After we set up our data set and all necessary packages for our visualizations and regressions, we will take a look at our variables. We are working with variables ‘polviews’, ‘reliten’, and ‘sexeduc’. These variables represent political views, strength of religious affiliation, and attitudes on public school sex education respectively.

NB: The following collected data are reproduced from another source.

def parse(data: bytes) -> dict:
    """{'props': calendar properties, 'events': [ {name: (params, value)} ]}."""
    cal: dict = {"props": {}, "events": []}
    stack: list[str] = []
    current: dict | None = None
    for line in unfold(data):
        head, _, value = line.partition(":")
        name, *params = head.split(";")
        if name == "BEGIN":
            stack.append(value)
            if value == "VEVENT":
                current = {}
            continue
        if name == "END":
            assert stack.pop() == value
            if value == "VEVENT":
                cal["events"].append(current)
                current = None
            continue
        target = current if current is not None else cal["props"]
        assert name not in target, f"{name} repeated"
        target[name] = (tuple(params), value)
    assert stack == []
    return cal


def event_start(ev: dict) -> dt.datetime | dt.date:
    params, value = ev["DTSTART"]
    if params == ("VALUE=DATE",):
        return dt.datetime.strptime(value, "%Y%m%d").date()
    assert params == () and value.endswith("Z")
    return dt.datetime.strptime(value, "%Y%m%dT%H%M%SZ").replace(tzinfo=dt.UTC)


def event_end(ev: dict) -> dt.datetime | dt.date:
    return event_start({"DTSTART": ev["DTEND"]})


# --- leagues -------------------------------------------------------------------------------

def season_league(source: str = "") -> tuple[League, Schedule]:
    """Four teams, a double round-robin, matchdays from Settings (all-day events)."""
    names = ["Heron, Reds", "Wren; Blues", "Otter\\Burn", "=Hawks"]
    clubs = {"Heron, Reds": "Heron Vale", "Wren; Blues": "Heron Vale", "Otter\\Burn": "Otter Rise"}
    rounds_first = [[(0, 1), (2, 3)], [(0, 2), (3, 1)], [(3, 0), (1, 2)]]
    fixtures, assignment = [], {}
    for leg in (1, 2):
        for r, games in enumerate(rounds_first, start=1):
            for h, a in games:
                home, away = (names[h], names[a]) if leg == 1 else (names[a], names[h])
                label = f"{home} v {away}"
                fixtures.append(Fixture(label, home, away, venue=f"{home} Ground", leg=leg))
                assignment[label] = r + 3 * (leg - 1)
    league = League(
        name="Fenwick Vale Juniors",
        source=source,
        fixtures=fixtures,
        teams={t: Team(t, "U12", f"{t} Ground", clubs.get(t)) for t in names},
        clash_rows=[ClashRow("a", "b", REASON, 2, [(fixtures[0].label, fixtures[2].label)])],
        settings=Settings(start_date=dt.date(2025, 9, 6), skip=(dt.date(2025, 9, 13),)),
    )
    return league, Schedule(6, assignment, seed=7)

# Check the initial state of the variables
table(gss$polviews)
##
## extremely liberal liberal
## 2081 7623
## slightly liberal moderate, middle of the road
## 7900 23992
## slightly conservative conservative
## 9596 9361
## extremely conservative don't know
## 2165 0
## iap I don't have a job
## 0 0
## dk, na, iap no answer
## 0 0
## not imputable_(2147483637) not imputable_(2147483638)
## 0 0
## refused skipped on web
## 0 0
## uncodeable not available in this release
## 0 0
## not available in this year see codebook
## 0 0
unique(gss$polviews)
## [1] <NA> moderate, middle of the road
## [3] slightly conservative conservative
## [5] liberal extremely conservative
## [7] slightly liberal extremely liberal
## 20 Levels: extremely liberal liberal ... see codebook
table(gss$reliten)
##
## strong not very strong
## 22652 23738
## somewhat strong (vol.) no religion
## 5736 7629
## don't know iap
## 0 0
## I don't have a job dk, na, iap
## 0 0
## no answer not imputable_(2147483637)
## 0 0
## not imputable_(2147483638) refused
## 0 0
## skipped on web uncodeable
## 0 0
## not available in this release not available in this year
## 0 0
## see codebook
## 0
unique(gss$reliten)
## [1] <NA> strong not very strong
## [4] somewhat strong (vol.) no religion
## 17 Levels: strong not very strong somewhat strong (vol.) ... see codebook
table(gss$sexeduc)
##
## favor oppose
## 35639 5127
## depends on age/grade (vol.) don't know
## 9 0
## iap I don't have a job
## 0 0
## dk, na, iap no answer
## 0 0
## not imputable_(2147483637) not imputable_(2147483638)
## 0 0
## refused skipped on web
## 0 0
## uncodeable not available in this release
## 0 0
## not available in this year see codebook
## 0 0
unique(gss$sexeduc)
## [1] <NA> favor
## [3] oppose depends on age/grade (vol.)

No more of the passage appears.